How can i set size for distributed render?

I have many GPUs and I want try to divide the buffer size and run parallel RT render, but I don’t know how can I set to divide task when use Optix SDK. Please help me, I am not so familiar with CUDA, but I have passion to do this thing :)

Hi 0xzhang,

How many GPUs do you have? Are they on the same machine, or different machines over network?

OptiX provides a transparent layer for multiple GPUs on the same machine. Calling setDevices with multiple GPUs will let OptiX to manage these GPUs for you. Then launching an OptiX kernel, the threads will be automatically dispatched to different GPUs to execute.

More details here:


Hi, yashiz,

Thanks for your reply. I think maybe I said above is more likely divided every frame to use multiple GPUs parallel render, and at last combine all subframes. And just now I have read a artile, it express that we can not total manually control GPU device by using Optix. So I think now I can only distribute different frame to schedule task but I cann’t free distribut one frame. Is my understanding correct?


Yes, OptiX 6 will distribute a single launch among multiple compatible active devices automatically, so effectively all devices in the OptiX context work on the same frame at a time today.

Hi! Thanks for your reply.

I think now I can assign continuous frame to different device, but I need let them repeated create and operate the same Context, through it result in many repeat calculation, but I think it maybe bring better rendering effect for a realtime render scenario, because mutiple device can overlap overhead of communication or compress buffer etc. Am I think right? Is there any better advice for the efficiency of realtime remote rendering?

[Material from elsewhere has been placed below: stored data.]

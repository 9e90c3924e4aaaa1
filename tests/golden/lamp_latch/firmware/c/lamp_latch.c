/*
 * A test latch: the latch as a machine of integers.
 *
 * Written by porter 0.1.0 from lamp_latch.yaml, SHA-256
 * 0000000000000000000000000000000000000000000000000000000000000000
 * Don't edit; remake it with: porter port lamp_latch.yaml -o DIR
 *
 * Same as the circuit for every sequence of any length.
 *
 * Made by hand for a test.
 */
#include "lamp_latch.h"

void lamp_latch_init(lamp_latch_t *m)
{
    m->q = 0u;
}

uint8_t lamp_latch_step(lamp_latch_t *m, uint8_t held)
{
    uint8_t q = (uint8_t)(m->q & 1u);

    /* The latch by level. */
    if ((held & LAMP_LATCH_BUTTON_CLEAR) != 0u) {
        q = 0u;
    } else if ((held & LAMP_LATCH_BUTTON_SET) != 0u) {
        q = 1u;
    } else {
        /* as it is */
    }

    m->q = q;

    return q;
}

bool lamp_latch_idle(const lamp_latch_t *m)
{
    (void)m;
    return true;
}
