"""Which style is taken, and why."""

import pytest

import porter
from porter.port.model import Port
from porter.resources import resource
from porter.spec.model import Circuit
from porter.spec.read import read_text


def circuit(name: str, style: str) -> Circuit:
    """A shipped spec with another wish for its style."""
    text = resource(f"specs/{name}.yaml").read_text("utf-8")
    lines = [line for line in text.splitlines() if not line.startswith("  style:")]
    lines.insert(lines.index("port:") + 1, f"  style: {style}")
    return read_text("\n".join(lines) + "\n", f"{name}.yaml")


def planned(name: str, style: str) -> tuple[Circuit, Port]:
    drawn = circuit(name, style)
    return drawn, porter.plan(drawn, porter.derive(drawn))


def test_auto_counts_where_its_differences_lie_inside_the_family() -> None:
    """And the proof agrees: what the planner asked is what the proof asks."""
    drawn, port = planned("aquarium_light", "auto")
    assert port.style == "count" and "inside the spread" in port.why[0]
    assert porter.prove(drawn, port).verdict == "within"


def test_auto_takes_charge_where_counters_do_what_no_unit_does() -> None:
    _, port = planned("bench_fan", "auto")
    assert port.style == "charge" and "no allowed unit" in port.why[0]


def test_counters_asked_for_beyond_the_family_are_refuted() -> None:
    drawn, port = planned("bench_fan", "count")
    parity = porter.prove(drawn, port)
    assert (port.style, parity.verdict) == ("count", "differs")
    assert parity.counterexample


@pytest.mark.parametrize("name", ["kiln_vent", "plant_mister"])
def test_auto_counts_where_only_the_latch_remembers(name: str) -> None:
    _, port = planned(name, "auto")
    assert port.style == "count"


def test_a_timed_output_can_only_be_carried() -> None:
    _, port = planned("soap_dose", "count")
    assert port.style == "charge" and "although" in port.why[0]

For realtime rendering you would rather want to have all GPUs working on one frame to reduce latency.

You cannot target either one or the other device with OptiX 6 in a single OptiX context. You would need two contexts in one process for that. In the past that wasn’t actually working at all, but it should have been improved.
Note that the OptiX 1 to 6 API is also not multi-threading safe so interleaving things on one context isn’t working either.

If this is for realtime gaming, you might also want to look at the NVIDIA Vulkan Raytracing extensions or DXR.
You wouldn’t need any interoperability to CUDA there because the raytracing is in the graphics API itself.

If your project is not on a tight schedule, I would recommend to keep following the NVIDIA announcements in the not so distant future.
Teaser post here: [url][/url]

Thank you very much!

I’m a junior student major in CS and I have some experiences on parellel programming on supercomputer. In this summer I have a chance involved in a rendering project. So I am thinking make our work more efficiency. And yes, we also try to use Vulkan to implement the project. Thanks for your advice!